WNKI578
- Idyllwild, California; United States;
- Broadcast area: San Jacinto Mountains communities
- Frequency: 1610 kHz

Programming
- Format: Emergency information

Ownership
- Owner: Idyllwild Fire Protection District

History
- First air date: 1987

Technical information
- Power: 10 watts
- Transmitter coordinates: 33°44′49.1″N 116°42′54.1″W﻿ / ﻿33.746972°N 116.715028°W

= WNKI578 =

WNKI578 (1610 AM) is a travelers' information station licensed to and operated by the Idyllwild Fire Protection District and located in Idyllwild, California, United States. It is licensed by the Federal Communications Commission to transmit with a power of 10 watts.

The main purpose of WNKI578 is to broadcast current emergency information, including road conditions, weather updates, and evacuation orders, for the communities of Idyllwild, Fern Valley, Pine Cove, and parts of Mountain Center.

==History==
WNKI-578 was established by the Emergency Radio Committee and Coordinated Resources Management and Planning Group in 1987 in order to provide an emergency broadcast station serving local mountain communities of the San Jacinto Mountains.
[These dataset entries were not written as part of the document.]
"""Columns without headings, and phases without a unit: told by what the numbers do, or asked."""

from __future__ import annotations

import numpy as np

from coatgui.intake.errors import NoSpectrum, Unclear
from coatgui.intake.impedance import expected_phase
from coatgui.records import Column, FloatArray

DEGREE = np.pi / 180.0
# How far a spectrum may be, in the median, from the gain-phase relation in its local form (rad),
# and how much better one account must be than the next. Own choice: smooth spectra of films and of
# active metal stay within 0.1 rad, wrong accounts are off by 0.3 rad and more.
_WITHIN = 0.2
_BETTER = 2.0
_ASK = "say which columns they are, or add a line of headings."


def columns_by_behaviour(numbers: FloatArray, is_word: list[bool]) -> tuple[Column, ...]:
    """Roles of the columns of one block (rows, columns). Raises NoSpectrum or Unclear."""
    usable = [i for i in range(numbers.shape[1]) if not is_word[i] and _filled(numbers[:, i])]
    counting = [i for i in usable if np.allclose(np.diff(numbers[:, i]), 1.0)]
    running = [i for i in usable if i not in counting and _runs(numbers[:, i])]
    if not running:
        raise NoSpectrum(
            "No headings say what the columns are, and no column runs like a frequency: add a "
            "line of headings."
        )
    frequency = running[0]
    rest = [i for i in usable if i not in counting and i > frequency]
    roles = {frequency: "frequency"}
    if len(rest) == 4:
        rest = _without_the_same_again(numbers, rest)
    if len(rest) != 2:
        raise Unclear(
            "No headings say what the columns are, and beside the frequency stand "
            f"{len(rest)} columns where two are wanted: {_ASK}"
        )
    first, second, factor = _two_columns(
        numbers[:, frequency], numbers[:, rest[0]], numbers[:, rest[1]]
    )
    roles[rest[0]], roles[rest[1]] = first, second
    unit = {"phase": "degrees" if factor != 1.0 else "radians"}
    return tuple(
        Column(
            i,
            "",
            roles.get(i, "other"),
            unit.get(roles.get(i, ""), ""),
            factor if roles.get(i) == "phase" else 1.0,
        )
        for i in range(numbers.shape[1])
    )


def _filled(values: FloatArray) -> bool:
    return bool(np.isfinite(values).all())


def _runs(values: FloatArray) -> bool:
    """Like a frequency: above zero, over two decades or more, mostly one way in even steps (with
    leaps back where sweep follows sweep)."""
    if values.size < 5 or not (values > 0).all():
        return False
    steps = np.diff(np.log(values))
    usual = float(np.median(steps))
    one_way = np.mean(np.sign(steps) == np.sign(usual)) >= 0.8
    own = steps[np.sign(steps) == np.sign(usual)]
    even = own.size > 0 and np.std(own) < 0.5 * abs(usual)
    return bool(one_way and even and np.log10(values.max() / values.min()) >= 2)


def _without_the_same_again(numbers: FloatArray, rest: list[int]) -> list[int]:
    """Of real, imaginary, modulus and phase, in either order, the parts: the modulus repeats."""
    for parts, others in ((rest[:2], rest[2:]), (rest[2:], rest[:2])):
        size = np.hypot(numbers[:, parts[0]], numbers[:, parts[1]])
        if np.allclose(size, numbers[:, others[0]], rtol=1e-2):
            return parts
    return rest


def _two_columns(
    frequency: FloatArray, first: FloatArray, second: FloatArray
) -> tuple[str, str, float]:
    """Roles of the two columns beside the frequency, and the factor of a phase to rad."""
    errors: list[tuple[float, str, str, float]] = []
    both = np.hypot(first, second)
    if (both > 0).all():
        angle = np.arctan2(-np.abs(second), first)
        errors.append((_distance(frequency, both, angle), "real", "imaginary", 1.0))
    if (first > 0).all() and np.abs(second).max() <= 400.0:
        for factor in (DEGREE, 1.0):
            if np.abs(second).max() * factor <= 2.2 * np.pi:
                distance = _distance(frequency, first, -np.abs(second) * factor)
                errors.append((distance, "modulus", "phase", factor))
    errors.sort()
    if not errors or errors[0][0] > _WITHIN:
        raise Unclear(
            "No headings say what the columns are, and those beside the frequency behave neither "
            f"like real and imaginary part nor like modulus and phase: {_ASK}"
        )
    if len(errors) > 1 and errors[1][0] < _BETTER * max(errors[0][0], 0.02):
        raise Unclear(
            "No headings say what the columns are, and they could be "
            f"{errors[0][1]} and {errors[0][2]} or {errors[1][1]} and {errors[1][2]}: {_ASK}"
        )
    return errors[0][1], errors[0][2], errors[0][3]


def _distance(frequency: FloatArray, modulus: FloatArray, phase: FloatArray) -> float:
    """Median distance in rad of the phase from what the slope of the modulus wants."""
    order = np.argsort(frequency, kind="stable")
    f, size, angle = frequency[order], modulus[order], phase[order]
    once = np.concatenate([[True], np.diff(f) > 0])
    if once.sum() < 5 or not (np.isfinite(f) & np.isfinite(size)).all():
        return float("inf")
    wanted = expected_phase(f[once], size[once])
    return float(np.median(np.abs(wanted - angle[once])))


def phase_factor(frequency: FloatArray, modulus: FloatArray, phase: FloatArray) -> float:
    """Factor to rad of a phase whose heading names no unit. Raises Unclear."""
    largest = np.abs(phase).max()
    if largest > 2.2 * np.pi:
        return DEGREE
    good = (modulus > 0) & (frequency > 0)
    errors = sorted(
        (_distance(frequency[good], modulus[good], -np.abs(phase[good]) * factor), factor)
        for factor in (1.0, DEGREE)
    )
    if errors[0][0] > _WITHIN or errors[1][0] < _BETTER * max(errors[0][0], 0.02):
        raise Unclear("The phase names no unit: say whether it is in degrees or radians.")
    return errors[0][1]
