"""A folder, or some files, as one find: panels, readings, the open lead, and what was refused."""

from __future__ import annotations

import hashlib
from collections.abc import Sequence
from pathlib import Path

from coatgui.intake.decode import LARGEST_FILE
from coatgui.intake.errors import Unreadable
from coatgui.intake.lists import ListedReading, read_panels, read_readings
from coatgui.intake.names import panel_and_hours
from coatgui.intake.reading import read_spectra
from coatgui.intake.spectra import Piece
from coatgui.progress import Progress
from coatgui.records import Found, FoundPanel, FoundReading, Refusal, Source, Spectrum

SPECTRUM_ENDINGS = (".csv", ".txt", ".dat", ".tsv", ".xlsx")
_PANEL_LIST, _READINGS_LIST, _OPEN_LEAD = "panels.csv", "readings.csv", "open_lead"


class UnreadableFolder(Exception):
    """The folder as a whole cannot be used; the message is one sentence for a person."""


def read_folder(folder: Path, *, progress: Progress | None = None) -> Found:
    """Everything usable in a folder and the folders below it. Links that lead out of it are not
    followed. Raises UnreadableFolder where there is no such folder or nothing in it to read."""
    if not folder.is_dir():
        raise UnreadableFolder(f"There is no folder '{folder}': check the path.")
    root = folder.resolve()
    files = [
        path
        for path in sorted(folder.rglob("*"))
        if path.is_file()
        and path.suffix.lower() in SPECTRUM_ENDINGS
        and not any(part.startswith(".") for part in path.relative_to(folder).parts)
        and path.resolve().is_relative_to(root)
    ]
    if not files:
        raise UnreadableFolder(
            f"The folder '{folder.name}' holds no file that could be a spectrum "
            f"({', '.join(SPECTRUM_ENDINGS)})."
        )
    return _read(files, folder, progress or Progress())


def read_files(files: Sequence[Path], *, progress: Progress | None = None) -> Found:
    """Loose files; lists and an open-lead run among them are known by their names."""
    chosen = [path for path in files if path.suffix.lower() in SPECTRUM_ENDINGS]
    others = tuple(
        Refusal(path.name, "This kind of file holds no spectrum the program reads.")
        for path in files
        if path not in chosen
    )
    found = _read(chosen, None, progress or Progress())
    return Found(
        found.panels, found.readings, found.open_lead, (*others, *found.refused), found.raw
    )


def _name(path: Path, folder: Path | None) -> str:
    return path.name if folder is None else path.relative_to(folder).as_posix()


def _bytes(path: Path) -> bytes:
    if path.stat().st_size > LARGEST_FILE:
        raise Unreadable("The file is larger than 200 MB: split it.")
    return path.read_bytes()


def _read(files: Sequence[Path], folder: Path | None, progress: Progress) -> Found:
    panels: tuple[FoundPanel, ...] = ()
    listed: dict[str, ListedReading] = {}
    open_lead: tuple[Spectrum, Source] | None = None
    readings: list[FoundReading] = []
    refused: list[Refusal] = []
    raw: dict[str, bytes] = {}
    first_of: dict[str, str] = {}
    lists_first = sorted(files, key=lambda p: p.name not in (_PANEL_LIST, _READINGS_LIST))
    for number, path in enumerate(lists_first):
        progress.at("Reading files", number, len(files))
        name = _name(path, folder)
        try:
            data = _bytes(path)
            if path.name == _PANEL_LIST:
                panels = read_panels(data, name)
                continue
            if path.name == _READINGS_LIST:
                listed = read_readings(data, name)
                continue
            digest = hashlib.sha256(data).hexdigest()
            if digest in first_of:
                raise Unreadable(
                    f"The file is the same, byte for byte, as {first_of[digest]}: remove one."
                )
            found = read_spectra(data, name)
            if path.stem == _OPEN_LEAD:
                open_lead = (found[0].spectrum, Source(name, digest, "", found[0].dialect))
            else:
                readings += [
                    _reading(piece, name, digest, listed.get(name), alone=len(found) == 1)
                    for piece in found
                ]
            first_of[digest] = name
            raw[digest] = data
        except Unreadable as error:
            refused.append(Refusal(name, str(error)))
        except OSError as error:
            refused.append(Refusal(name, f"The file cannot be opened: {error.strerror}."))
    present = {_name(path, folder) for path in files}
    refused += [
        Refusal(name, "The readings list names this file, but it is not there.")
        for name in listed
        if name not in present
    ]
    progress.at("Reading files", len(files), len(files))
    return Found(panels, tuple(readings), open_lead, tuple(refused), raw)


def _reading(
    piece: Piece, name: str, digest: str, listed: ListedReading | None, *, alone: bool
) -> FoundReading:
    if piece.per_area:
        raise Unreadable("The impedance is per area (Ω cm²): export it per specimen, in Ω.")
    by_name = panel_and_hours(name)
    stem = Path(name).stem
    panel = (
        (listed.panel if listed else "")
        or piece.panel
        or (by_name[0] if by_name else "")
        or (stem if piece.exposure_h is not None else "")
    )
    hours = piece.exposure_h
    # One time for a file of several would make them all the same reading.
    if listed and listed.exposure_h is not None and (alone or hours is None):
        hours = listed.exposure_h
    if hours is None and by_name:
        hours = by_name[1]
    if not panel or hours is None:
        raise Unreadable(
            "Neither its name nor its columns nor a readings list says which panel and exposure "
            "time it belongs to: name it like A1_168h.csv, or add a line to readings.csv."
        )
    return FoundReading(
        spectrum=piece.spectrum,
        source=Source(name, digest, piece.part, piece.dialect),
        panel=panel,
        exposure_h=hours,
        temperature_c=listed.temperature_c if listed else None,
        amplitude_mv=listed.amplitude_mv if listed else None,
        potential_mv=listed.potential_mv if listed else None,
        remark=listed.remark if listed else "",
    )
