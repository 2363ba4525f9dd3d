"""Workbooks (`.xlsx`) as grids of cells, one a sheet. Values are read, formulas are not run."""

from __future__ import annotations

import io
import zipfile

from coatgui.intake.decode import Grid, Unreadable

_MOST_ROWS, _MOST_COLUMNS = 100_000, 200
_LARGEST_UNPACKED = 300_000_000


def sheets(data: bytes) -> list[tuple[str, Grid]]:
    """Name and cells of every sheet that holds something. Raises Unreadable."""
    try:
        with zipfile.ZipFile(io.BytesIO(data)) as archive:
            unpacked = sum(info.file_size for info in archive.infolist())
    except zipfile.BadZipFile:
        raise Unreadable("The workbook is damaged: save it again as .xlsx.") from None
    if unpacked > _LARGEST_UNPACKED:
        raise Unreadable("The workbook unpacks to more than 300 MB: split it.")
    import openpyxl

    try:
        book = openpyxl.load_workbook(io.BytesIO(data), read_only=True, data_only=True)
    except Exception as error:  # the library raises many kinds for damaged files
        raise Unreadable(f"The workbook cannot be read ({type(error).__name__}).") from None
    result = []
    try:
        for sheet in book.worksheets:
            lines = []
            for number, row in enumerate(
                sheet.iter_rows(max_col=_MOST_COLUMNS, values_only=True), start=1
            ):
                if number > _MOST_ROWS:
                    raise Unreadable(f"Sheet '{sheet.title}' has over {_MOST_ROWS} rows: split it.")
                cells = [_text(value) for value in row]
                while cells and not cells[-1]:
                    cells.pop()
                lines.append(tuple(cells))
            if any(lines):
                result.append((sheet.title, Grid("xlsx", "cells", ".", tuple(lines))))
    finally:
        book.close()
    return result


def _text(value: object) -> str:
    if value is None:
        return ""
    if isinstance(value, bool):
        return str(value)
    if isinstance(value, int | float):
        return repr(float(value))
    return str(value).strip()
The prior operating organization, the Mile High Radio Club, was formed around the same time and uses volunteers to maintain operations. In 2014, the club signed an agreement with the Idyllwild Fire Protection District for the operations and oversight of the station through the joint coordination and cooperation of the organizations.

In 2018, the station was used to broadcast emergency information related to the Cranston Fire from a variety of government agencies and, once residents began to return to Idyllwild, from nongovernmental entities including the American Red Cross, Edison, Verizon, and AT&T.

In 2021, the Riverside County Board of Supervisors allocated more than $210,000 of federal Homeland Security grant funds for a two year project to increase station coverage by installing additional transmitters as part of the Idyllwild & San Jacinto Mountains Emergency Outdoor Warning System.